++++ THE DATA ++++

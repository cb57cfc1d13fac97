/**
 * Quantum diagnostics of a fit for light gases: the de Boer parameter Λ* of the fitted (ε, σ) with its standard
 * error, and warnings when quantum effects on B2 are not negligible at the data's temperatures:
 * - the first-order Wigner–Kirkwood term is no longer small: more than BREAKDOWN_FRACTION of
 *   max(|B2_classical|, 0.1·b0) (the floor keeps the test meaningful near the Boyle temperature, where B2 → 0) —
 *   e.g. a helium-like gas at 20 K, where the first-order term exceeds |B2| itself: the expansion has broken down;
 * - a classical fit (no quantum correction) is biased: the Feynman–Hibbs B2 (quantum-b2.ts) differs from the
 *   classical B2 by more than the stated uncertainty of a point (a neon-like gas at low temperature).
 * The fractions are choices of ours (common practice, no source), stated in the messages.
 */
import { deBoerParameterWithError, quantumB2 } from '../physics/quantum-b2';

/** First-order term above this fraction of max(|B2_cl|, 0.1·b0) counts as "no longer small". */
export const BREAKDOWN_FRACTION = 0.5;

export interface QuantumDiagnosticPoint {
  kind: string;
  temperatureK: number;
  uncertainty: number;
}

export interface QuantumDiagnostics {
  /** Λ* = h/(σ√(mε)) of the fitted parameters; null without molar mass or without B2/viscosity data. */
  deBoerParameter: number | null;
  deBoerParameterStdErr: number | null;
  warnings: string[];
}

const fmt = (x: number, digits = 3) => Number(x.toPrecision(digits)).toString();

export function quantumDiagnostics(
  points: readonly QuantumDiagnosticPoint[],
  fitted: { epsilonK: number; sigmaAngstrom: number; covariance: number[][] | null },
  molarMassGPerMol: number | undefined,
  quantumCorrection: boolean,
): QuantumDiagnostics {
  const relevant = points.filter((p) => p.kind === 'b2' || p.kind === 'viscosity');
  if (molarMassGPerMol === undefined || relevant.length === 0 || !(fitted.epsilonK > 0) || !(fitted.sigmaAngstrom > 0)) {
    return { deBoerParameter: null, deBoerParameterStdErr: null, warnings: [] };
  }
  const { value, stdErr } = deBoerParameterWithError(fitted.epsilonK, fitted.sigmaAngstrom, molarMassGPerMol, fitted.covariance);
  const warnings: string[] = [];
  const b2Points = relevant.filter((p) => p.kind === 'b2');
  let breakdown: { t: number; first: number; classical: number } | null = null;
  let bias: { t: number; shift: number; u: number } | null = null;
  const b0 = (2 * Math.PI * 6.02214076e23 * (fitted.sigmaAngstrom * 1e-8) ** 3) / 3;
  for (const p of b2Points) {
    let q;
    try {
      q = quantumB2(p.temperatureK, fitted.epsilonK, fitted.sigmaAngstrom, molarMassGPerMol);
    } catch {
      continue;
    }
    const scale = Math.max(Math.abs(q.classicalCm3PerMol), 0.1 * b0);
    if (Math.abs(q.firstOrderCm3PerMol) > BREAKDOWN_FRACTION * scale && (!breakdown || p.temperatureK < breakdown.t)) {
      breakdown = { t: p.temperatureK, first: q.firstOrderCm3PerMol, classical: q.classicalCm3PerMol };
    }
    const shift = q.feynmanHibbsCm3PerMol - q.classicalCm3PerMol;
    if (
      !quantumCorrection &&
      Math.abs(shift) > p.uncertainty &&
      (!bias || Math.abs(shift) / p.uncertainty > Math.abs(bias.shift) / bias.u)
    ) {
      bias = { t: p.temperatureK, shift, u: p.uncertainty };
    }
  }
  if (breakdown) {
    warnings.push(
      `quantum expansion has broken down: at T = ${breakdown.t} K the first-order quantum correction to B2 (${fmt(breakdown.first)} cm³/mol) is more than ` +
        `${BREAKDOWN_FRACTION * 100} % of |B2| (classical ${fmt(breakdown.classical)} cm³/mol, Λ* = ${fmt(value)}); neither the classical nor the corrected LJ B2 is reliable there`,
    );
  }
  if (bias) {
    warnings.push(
      `classical fit is biased by quantum effects: at T = ${bias.t} K the Feynman–Hibbs B2 differs from the classical one by ${fmt(bias.shift)} cm³/mol, ` +
        `${fmt(Math.abs(bias.shift) / bias.u, 2)}× the point's uncertainty (Λ* = ${fmt(value)}); fit with the quantum correction`,
    );
  }
  return { deBoerParameter: value, deBoerParameterStdErr: stdErr, warnings };
}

++++

_TASK DESCRIPTION_: When the word "QuantumDiagnosticPoint" appears in a line of the listing, pull that line out.

_OUTPUT OF THE EXERCISE_:
export interface QuantumDiagnosticPoint {
  points: readonly QuantumDiagnosticPoint[],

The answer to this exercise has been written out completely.